> _Source data_
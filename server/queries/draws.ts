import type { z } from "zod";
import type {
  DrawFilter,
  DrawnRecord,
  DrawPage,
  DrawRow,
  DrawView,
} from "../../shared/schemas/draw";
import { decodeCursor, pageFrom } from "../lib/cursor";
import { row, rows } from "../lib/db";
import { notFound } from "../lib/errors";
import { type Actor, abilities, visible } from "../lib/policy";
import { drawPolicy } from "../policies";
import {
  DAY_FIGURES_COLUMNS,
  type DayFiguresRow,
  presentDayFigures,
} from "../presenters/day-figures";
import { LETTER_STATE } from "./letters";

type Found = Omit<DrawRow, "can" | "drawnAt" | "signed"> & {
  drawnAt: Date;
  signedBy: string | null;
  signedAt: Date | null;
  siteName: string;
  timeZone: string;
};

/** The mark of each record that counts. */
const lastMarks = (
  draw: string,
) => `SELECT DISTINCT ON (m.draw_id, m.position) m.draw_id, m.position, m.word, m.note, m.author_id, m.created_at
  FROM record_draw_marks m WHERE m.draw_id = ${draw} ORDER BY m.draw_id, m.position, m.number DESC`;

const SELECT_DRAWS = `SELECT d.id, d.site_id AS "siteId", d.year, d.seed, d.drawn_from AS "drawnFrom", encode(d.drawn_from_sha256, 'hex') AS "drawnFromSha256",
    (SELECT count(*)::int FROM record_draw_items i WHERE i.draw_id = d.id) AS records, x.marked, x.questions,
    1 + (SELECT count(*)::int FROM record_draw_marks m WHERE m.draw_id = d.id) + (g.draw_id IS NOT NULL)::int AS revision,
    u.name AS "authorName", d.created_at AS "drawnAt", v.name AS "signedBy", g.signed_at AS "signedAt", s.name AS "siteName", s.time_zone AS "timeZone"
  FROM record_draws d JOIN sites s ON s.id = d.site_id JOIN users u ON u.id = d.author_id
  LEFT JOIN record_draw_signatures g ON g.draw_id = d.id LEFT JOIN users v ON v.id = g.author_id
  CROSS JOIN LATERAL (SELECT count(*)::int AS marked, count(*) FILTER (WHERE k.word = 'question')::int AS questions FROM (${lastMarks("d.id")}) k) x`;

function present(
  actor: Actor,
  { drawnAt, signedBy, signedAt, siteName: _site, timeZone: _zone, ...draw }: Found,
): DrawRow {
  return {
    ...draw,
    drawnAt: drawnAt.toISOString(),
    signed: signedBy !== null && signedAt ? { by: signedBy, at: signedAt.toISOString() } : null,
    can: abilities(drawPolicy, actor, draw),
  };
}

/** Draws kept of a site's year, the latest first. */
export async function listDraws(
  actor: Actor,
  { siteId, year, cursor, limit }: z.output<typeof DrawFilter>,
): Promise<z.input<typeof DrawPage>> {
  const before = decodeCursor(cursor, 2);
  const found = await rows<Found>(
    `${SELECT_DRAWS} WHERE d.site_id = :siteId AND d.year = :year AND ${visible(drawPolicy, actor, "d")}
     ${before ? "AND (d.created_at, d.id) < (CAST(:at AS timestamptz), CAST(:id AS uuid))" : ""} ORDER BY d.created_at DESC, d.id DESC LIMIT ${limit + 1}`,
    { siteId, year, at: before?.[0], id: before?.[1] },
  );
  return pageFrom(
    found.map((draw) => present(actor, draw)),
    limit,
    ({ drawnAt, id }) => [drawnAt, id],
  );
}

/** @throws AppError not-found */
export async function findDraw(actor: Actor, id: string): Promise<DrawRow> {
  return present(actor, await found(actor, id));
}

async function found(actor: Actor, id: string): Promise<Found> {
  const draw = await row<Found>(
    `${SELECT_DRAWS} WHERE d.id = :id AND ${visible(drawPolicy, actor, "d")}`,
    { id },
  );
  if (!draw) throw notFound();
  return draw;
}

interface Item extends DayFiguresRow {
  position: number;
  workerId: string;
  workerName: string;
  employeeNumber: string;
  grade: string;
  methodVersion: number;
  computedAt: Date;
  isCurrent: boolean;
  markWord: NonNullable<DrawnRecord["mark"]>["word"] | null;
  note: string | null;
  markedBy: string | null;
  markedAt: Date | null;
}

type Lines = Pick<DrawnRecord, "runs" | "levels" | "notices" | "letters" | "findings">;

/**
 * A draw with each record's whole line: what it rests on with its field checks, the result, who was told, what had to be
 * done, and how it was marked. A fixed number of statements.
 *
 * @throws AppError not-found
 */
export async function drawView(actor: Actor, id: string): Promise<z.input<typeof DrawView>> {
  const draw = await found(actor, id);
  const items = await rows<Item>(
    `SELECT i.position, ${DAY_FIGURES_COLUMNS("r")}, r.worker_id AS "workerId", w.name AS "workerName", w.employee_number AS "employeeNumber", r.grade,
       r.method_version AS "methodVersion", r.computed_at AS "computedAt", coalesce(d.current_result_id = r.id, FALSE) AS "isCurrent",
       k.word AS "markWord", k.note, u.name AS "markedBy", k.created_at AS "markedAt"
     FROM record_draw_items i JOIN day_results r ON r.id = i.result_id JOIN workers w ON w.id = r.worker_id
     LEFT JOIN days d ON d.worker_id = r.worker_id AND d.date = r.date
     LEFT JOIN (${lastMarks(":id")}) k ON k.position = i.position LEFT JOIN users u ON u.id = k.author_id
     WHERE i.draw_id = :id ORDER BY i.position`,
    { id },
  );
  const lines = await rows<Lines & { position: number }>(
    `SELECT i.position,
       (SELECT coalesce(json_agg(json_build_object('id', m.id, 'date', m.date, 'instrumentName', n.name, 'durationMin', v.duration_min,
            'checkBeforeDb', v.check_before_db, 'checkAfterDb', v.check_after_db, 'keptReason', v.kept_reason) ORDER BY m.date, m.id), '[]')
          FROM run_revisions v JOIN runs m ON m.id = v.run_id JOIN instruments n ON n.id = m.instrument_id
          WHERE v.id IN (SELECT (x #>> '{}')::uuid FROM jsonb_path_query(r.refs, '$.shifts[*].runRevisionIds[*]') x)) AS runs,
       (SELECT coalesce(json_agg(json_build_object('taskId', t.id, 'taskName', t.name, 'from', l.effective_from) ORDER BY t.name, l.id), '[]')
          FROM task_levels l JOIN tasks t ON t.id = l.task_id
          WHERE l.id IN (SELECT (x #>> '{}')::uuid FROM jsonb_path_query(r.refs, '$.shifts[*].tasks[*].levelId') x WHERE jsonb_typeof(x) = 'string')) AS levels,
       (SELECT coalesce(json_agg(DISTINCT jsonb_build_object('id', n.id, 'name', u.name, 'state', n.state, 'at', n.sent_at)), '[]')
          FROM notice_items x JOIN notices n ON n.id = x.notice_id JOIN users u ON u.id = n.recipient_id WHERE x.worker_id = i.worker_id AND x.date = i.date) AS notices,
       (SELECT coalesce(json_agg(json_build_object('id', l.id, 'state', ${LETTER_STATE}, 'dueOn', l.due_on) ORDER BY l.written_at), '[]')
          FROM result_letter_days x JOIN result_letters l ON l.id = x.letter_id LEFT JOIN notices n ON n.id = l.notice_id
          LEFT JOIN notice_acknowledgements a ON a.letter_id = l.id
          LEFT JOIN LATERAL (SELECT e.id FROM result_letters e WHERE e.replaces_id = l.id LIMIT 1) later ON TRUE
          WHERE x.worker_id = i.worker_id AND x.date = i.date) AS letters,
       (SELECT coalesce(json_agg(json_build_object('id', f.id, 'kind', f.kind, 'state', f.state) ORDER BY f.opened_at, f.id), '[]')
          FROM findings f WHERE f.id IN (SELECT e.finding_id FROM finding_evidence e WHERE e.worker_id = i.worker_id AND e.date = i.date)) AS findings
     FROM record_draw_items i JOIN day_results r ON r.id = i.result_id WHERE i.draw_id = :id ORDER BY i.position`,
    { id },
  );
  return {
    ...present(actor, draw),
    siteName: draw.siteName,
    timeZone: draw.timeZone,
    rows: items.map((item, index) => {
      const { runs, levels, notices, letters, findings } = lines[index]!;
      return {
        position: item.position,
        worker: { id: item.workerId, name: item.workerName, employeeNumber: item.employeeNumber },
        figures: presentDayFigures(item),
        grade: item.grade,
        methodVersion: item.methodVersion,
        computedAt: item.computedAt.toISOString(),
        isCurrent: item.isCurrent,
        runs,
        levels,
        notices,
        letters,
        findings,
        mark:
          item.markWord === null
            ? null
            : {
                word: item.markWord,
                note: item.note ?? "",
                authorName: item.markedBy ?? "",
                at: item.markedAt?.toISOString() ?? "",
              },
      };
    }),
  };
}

* * *

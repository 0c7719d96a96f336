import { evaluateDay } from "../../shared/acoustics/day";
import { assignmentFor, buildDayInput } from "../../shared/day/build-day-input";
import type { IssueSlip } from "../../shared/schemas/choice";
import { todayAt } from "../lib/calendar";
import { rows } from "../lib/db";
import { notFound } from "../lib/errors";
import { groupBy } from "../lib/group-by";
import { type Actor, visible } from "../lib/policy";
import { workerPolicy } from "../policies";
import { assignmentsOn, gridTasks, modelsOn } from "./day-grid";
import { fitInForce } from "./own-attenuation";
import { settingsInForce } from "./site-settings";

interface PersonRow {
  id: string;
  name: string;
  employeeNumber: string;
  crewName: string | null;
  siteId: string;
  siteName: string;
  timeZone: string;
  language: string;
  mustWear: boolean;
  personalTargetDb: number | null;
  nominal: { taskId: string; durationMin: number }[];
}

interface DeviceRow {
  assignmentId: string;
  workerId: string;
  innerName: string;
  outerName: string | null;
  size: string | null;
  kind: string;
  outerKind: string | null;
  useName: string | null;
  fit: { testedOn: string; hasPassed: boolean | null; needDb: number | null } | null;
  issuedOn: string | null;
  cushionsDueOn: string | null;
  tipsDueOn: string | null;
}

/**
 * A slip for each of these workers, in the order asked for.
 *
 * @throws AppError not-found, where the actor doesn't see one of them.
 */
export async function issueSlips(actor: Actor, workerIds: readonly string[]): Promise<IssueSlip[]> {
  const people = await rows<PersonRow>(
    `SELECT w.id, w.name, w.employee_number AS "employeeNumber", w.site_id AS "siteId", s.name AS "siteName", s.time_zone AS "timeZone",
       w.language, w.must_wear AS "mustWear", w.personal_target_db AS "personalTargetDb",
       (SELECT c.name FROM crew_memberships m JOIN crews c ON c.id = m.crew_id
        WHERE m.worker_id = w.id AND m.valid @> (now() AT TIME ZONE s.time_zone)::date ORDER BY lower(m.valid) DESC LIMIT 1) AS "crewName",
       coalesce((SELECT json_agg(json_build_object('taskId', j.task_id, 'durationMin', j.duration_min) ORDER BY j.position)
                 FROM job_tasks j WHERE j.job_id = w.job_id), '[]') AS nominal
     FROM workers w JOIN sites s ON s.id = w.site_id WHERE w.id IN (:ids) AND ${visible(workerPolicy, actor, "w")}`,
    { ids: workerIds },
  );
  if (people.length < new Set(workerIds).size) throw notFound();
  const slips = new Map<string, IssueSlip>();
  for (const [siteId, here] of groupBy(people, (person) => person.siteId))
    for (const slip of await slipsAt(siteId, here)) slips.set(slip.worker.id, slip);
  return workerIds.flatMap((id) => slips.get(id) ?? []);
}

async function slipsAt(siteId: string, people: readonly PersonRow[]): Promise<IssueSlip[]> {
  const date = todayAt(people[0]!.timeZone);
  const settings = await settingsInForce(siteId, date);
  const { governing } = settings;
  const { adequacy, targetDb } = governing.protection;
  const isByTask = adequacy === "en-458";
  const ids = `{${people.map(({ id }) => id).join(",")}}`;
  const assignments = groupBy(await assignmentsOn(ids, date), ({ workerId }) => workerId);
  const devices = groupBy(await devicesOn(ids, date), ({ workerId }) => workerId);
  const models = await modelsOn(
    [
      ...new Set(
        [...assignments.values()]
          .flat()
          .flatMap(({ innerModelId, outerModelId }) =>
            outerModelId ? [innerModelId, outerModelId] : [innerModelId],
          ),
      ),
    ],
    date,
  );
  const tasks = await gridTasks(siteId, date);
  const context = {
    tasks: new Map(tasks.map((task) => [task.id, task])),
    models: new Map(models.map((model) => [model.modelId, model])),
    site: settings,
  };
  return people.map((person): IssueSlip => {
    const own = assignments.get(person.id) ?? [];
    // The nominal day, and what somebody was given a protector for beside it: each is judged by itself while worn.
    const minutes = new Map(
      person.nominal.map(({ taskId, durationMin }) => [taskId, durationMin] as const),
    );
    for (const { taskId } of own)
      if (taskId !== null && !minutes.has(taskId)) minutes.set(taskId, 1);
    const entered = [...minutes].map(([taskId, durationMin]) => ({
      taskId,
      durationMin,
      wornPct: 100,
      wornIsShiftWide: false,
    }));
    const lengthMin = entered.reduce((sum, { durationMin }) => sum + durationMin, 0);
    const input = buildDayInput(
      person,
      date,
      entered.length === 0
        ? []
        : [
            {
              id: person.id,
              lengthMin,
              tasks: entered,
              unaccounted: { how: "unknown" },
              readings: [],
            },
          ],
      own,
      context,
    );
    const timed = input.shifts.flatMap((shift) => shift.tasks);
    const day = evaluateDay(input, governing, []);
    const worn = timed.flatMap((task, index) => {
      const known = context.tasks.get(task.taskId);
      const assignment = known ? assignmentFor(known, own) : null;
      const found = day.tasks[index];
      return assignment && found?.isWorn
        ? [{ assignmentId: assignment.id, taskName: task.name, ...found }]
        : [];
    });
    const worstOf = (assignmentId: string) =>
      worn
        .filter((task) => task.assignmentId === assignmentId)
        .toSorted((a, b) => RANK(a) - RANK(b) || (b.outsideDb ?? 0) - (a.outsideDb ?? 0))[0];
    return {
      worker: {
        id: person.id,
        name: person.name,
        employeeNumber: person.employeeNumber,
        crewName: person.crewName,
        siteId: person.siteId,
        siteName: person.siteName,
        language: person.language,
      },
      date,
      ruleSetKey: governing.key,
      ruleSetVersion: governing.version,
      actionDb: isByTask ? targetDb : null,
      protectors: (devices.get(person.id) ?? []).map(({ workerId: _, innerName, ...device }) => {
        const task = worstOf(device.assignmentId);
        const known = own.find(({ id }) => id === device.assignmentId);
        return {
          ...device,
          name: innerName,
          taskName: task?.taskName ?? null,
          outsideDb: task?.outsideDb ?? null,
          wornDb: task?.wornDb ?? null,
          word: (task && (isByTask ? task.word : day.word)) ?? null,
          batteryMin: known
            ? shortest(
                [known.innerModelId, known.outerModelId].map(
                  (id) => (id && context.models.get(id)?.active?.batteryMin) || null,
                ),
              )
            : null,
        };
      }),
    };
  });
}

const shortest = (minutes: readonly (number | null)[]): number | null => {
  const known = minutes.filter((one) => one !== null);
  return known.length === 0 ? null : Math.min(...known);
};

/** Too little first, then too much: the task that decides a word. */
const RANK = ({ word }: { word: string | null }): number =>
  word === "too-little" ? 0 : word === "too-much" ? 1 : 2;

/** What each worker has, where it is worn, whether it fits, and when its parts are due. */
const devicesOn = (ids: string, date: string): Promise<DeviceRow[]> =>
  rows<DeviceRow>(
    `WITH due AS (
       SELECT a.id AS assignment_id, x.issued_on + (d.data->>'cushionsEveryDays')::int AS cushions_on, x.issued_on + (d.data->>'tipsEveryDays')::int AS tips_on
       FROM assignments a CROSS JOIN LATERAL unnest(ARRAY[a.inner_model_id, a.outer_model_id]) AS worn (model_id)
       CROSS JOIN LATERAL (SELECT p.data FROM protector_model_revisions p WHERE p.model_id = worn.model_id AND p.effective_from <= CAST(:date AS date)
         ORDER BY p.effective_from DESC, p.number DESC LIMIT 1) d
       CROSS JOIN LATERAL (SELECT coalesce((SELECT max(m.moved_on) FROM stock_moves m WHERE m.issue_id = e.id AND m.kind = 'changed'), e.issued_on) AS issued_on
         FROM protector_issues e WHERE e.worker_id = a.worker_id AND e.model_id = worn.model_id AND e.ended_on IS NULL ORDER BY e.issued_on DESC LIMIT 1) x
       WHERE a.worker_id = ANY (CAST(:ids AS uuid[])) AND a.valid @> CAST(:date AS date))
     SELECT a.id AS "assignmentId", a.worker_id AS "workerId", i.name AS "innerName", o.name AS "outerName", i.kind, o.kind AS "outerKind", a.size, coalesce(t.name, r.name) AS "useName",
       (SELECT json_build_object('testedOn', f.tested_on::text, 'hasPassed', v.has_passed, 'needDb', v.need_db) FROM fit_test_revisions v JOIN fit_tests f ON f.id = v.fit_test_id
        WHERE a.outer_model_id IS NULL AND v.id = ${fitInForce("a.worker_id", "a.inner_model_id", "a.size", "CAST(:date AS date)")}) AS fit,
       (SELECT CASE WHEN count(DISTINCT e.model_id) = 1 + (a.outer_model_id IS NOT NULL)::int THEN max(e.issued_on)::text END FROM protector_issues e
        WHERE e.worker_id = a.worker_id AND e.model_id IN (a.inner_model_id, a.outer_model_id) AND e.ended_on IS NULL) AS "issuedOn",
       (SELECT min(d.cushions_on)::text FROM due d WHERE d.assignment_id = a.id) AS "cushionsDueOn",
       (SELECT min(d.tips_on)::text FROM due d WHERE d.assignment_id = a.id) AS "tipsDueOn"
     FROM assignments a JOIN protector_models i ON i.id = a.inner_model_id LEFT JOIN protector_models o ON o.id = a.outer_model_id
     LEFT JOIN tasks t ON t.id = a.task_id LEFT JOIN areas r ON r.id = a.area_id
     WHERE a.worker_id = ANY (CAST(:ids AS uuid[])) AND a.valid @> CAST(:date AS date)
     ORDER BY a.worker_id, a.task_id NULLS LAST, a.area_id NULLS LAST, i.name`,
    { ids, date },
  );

> _What to work on_
Show the lines of the records that contain the word "visible".

> _Exercise output_
import { type Actor, abilities, visible } from "../lib/policy";
    `${SELECT_DRAWS} WHERE d.site_id = :siteId AND d.year = :year AND ${visible(drawPolicy, actor, "d")}
    `${SELECT_DRAWS} WHERE d.id = :id AND ${visible(drawPolicy, actor, "d")}`,
import { type Actor, visible } from "../lib/policy";
     FROM workers w JOIN sites s ON s.id = w.site_id WHERE w.id IN (:ids) AND ${visible(workerPolicy, actor, "w")}`,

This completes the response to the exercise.